▶ TASK GOAL: Within the records below, filter for lines carrying the word "orderBy" and copy them.

[Items from a dataset]
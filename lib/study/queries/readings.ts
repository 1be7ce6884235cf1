import type { Actor } from '@/lib/auth/actor'
import type { Db } from '@/lib/db/client'
import { getStudyHead, listStudyBatches } from './head'
import { headOf } from './sheet'
import type { ReadingDetail } from './parts'

/** Every reading of a study, what was superseded and voided too: a correction hides nothing. */
export async function getStudyReadings(db: Db, actor: Actor, code: string) {
  const study = await getStudyHead(db, actor, code)
  const batches = await listStudyBatches(db, study.id)
  const readings = await listReadings(db, study.id)
  return { study: headOf(study), batches, readings: inChains(readings) }
}
export type StudyReadings = Awaited<ReturnType<typeof getStudyReadings>>
export type ReadingChain = StudyReadings['readings'][number]

async function listReadings(db: Db, studyId: string) {
  return db
    .selectFrom('reading')
    .innerJoin('person', 'person.id', 'reading.recordedBy')
    .innerJoin('batch', 'batch.id', 'reading.batchId')
    .leftJoin('studyStation', 'studyStation.id', 'reading.studyStationId')
    .leftJoin('station', 'station.id', 'studyStation.stationId')
    .leftJoin('pullJar', 'pullJar.id', 'reading.pullJarId')
    .leftJoin('pull', 'pull.id', 'pullJar.pullId')
    .leftJoin('jar', 'jar.id', 'reading.jarId')
    .leftJoin('instrument', 'instrument.id', 'reading.instrumentId')
    .select([
      'reading.id',
      'reading.attribute',
      'reading.replicate',
      'reading.value',
      'reading.word',
      'reading.typed',
      'reading.isVoid',
      'reading.supersedesId',
      'reading.reason',
      'reading.measuredAt',
      'reading.claimedAt',
      'reading.recordedAt',
      'reading.recordedBy',
      'person.name as readByName',
      'person.initials as readBy',
      'batch.code as batchCode',
      'studyStation.temperatureC',
      'studyStation.isFreezeThaw',
      'station.name as stationName',
      'pull.label',
      'pull.timeWeeks',
      'jar.code as jarCode',
      'instrument.code as instrumentCode',
    ])
    .select((eb) => [
      eb.ref('reading.detail').$castTo<ReadingDetail>().as('detail'),
      eb.ref('reading.doubts').$castTo<{ reason: string; sentence: string }[]>().as('doubts'),
    ])
    .where('reading.studyId', '=', studyId)
    .orderBy('reading.recordedAt')
    .orderBy('reading.replicate')
    .orderBy('reading.id')
    .execute()
}
type Reading = Awaited<ReturnType<typeof listReadings>>[number]

/** A reading with all that it superseded, the first one first; the chains in the order of their first entry. */
function inChains(readings: Reading[]): { current: Reading; entries: Reading[] }[] {
  const next = new Map(
    readings.flatMap((reading) => (reading.supersedesId ? [[reading.supersedesId, reading]] : [])),
  )
  return readings
    .filter((reading) => reading.supersedesId === null)
    .map((first) => {
      const entries = [first]
      for (let newer = next.get(first.id); newer; newer = next.get(newer.id)) entries.push(newer)
      return { current: entries.at(-1)!, entries }
    })
}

▶ EXERCISE RESULT:
    .orderBy('reading.recordedAt')
    .orderBy('reading.replicate')
    .orderBy('reading.id')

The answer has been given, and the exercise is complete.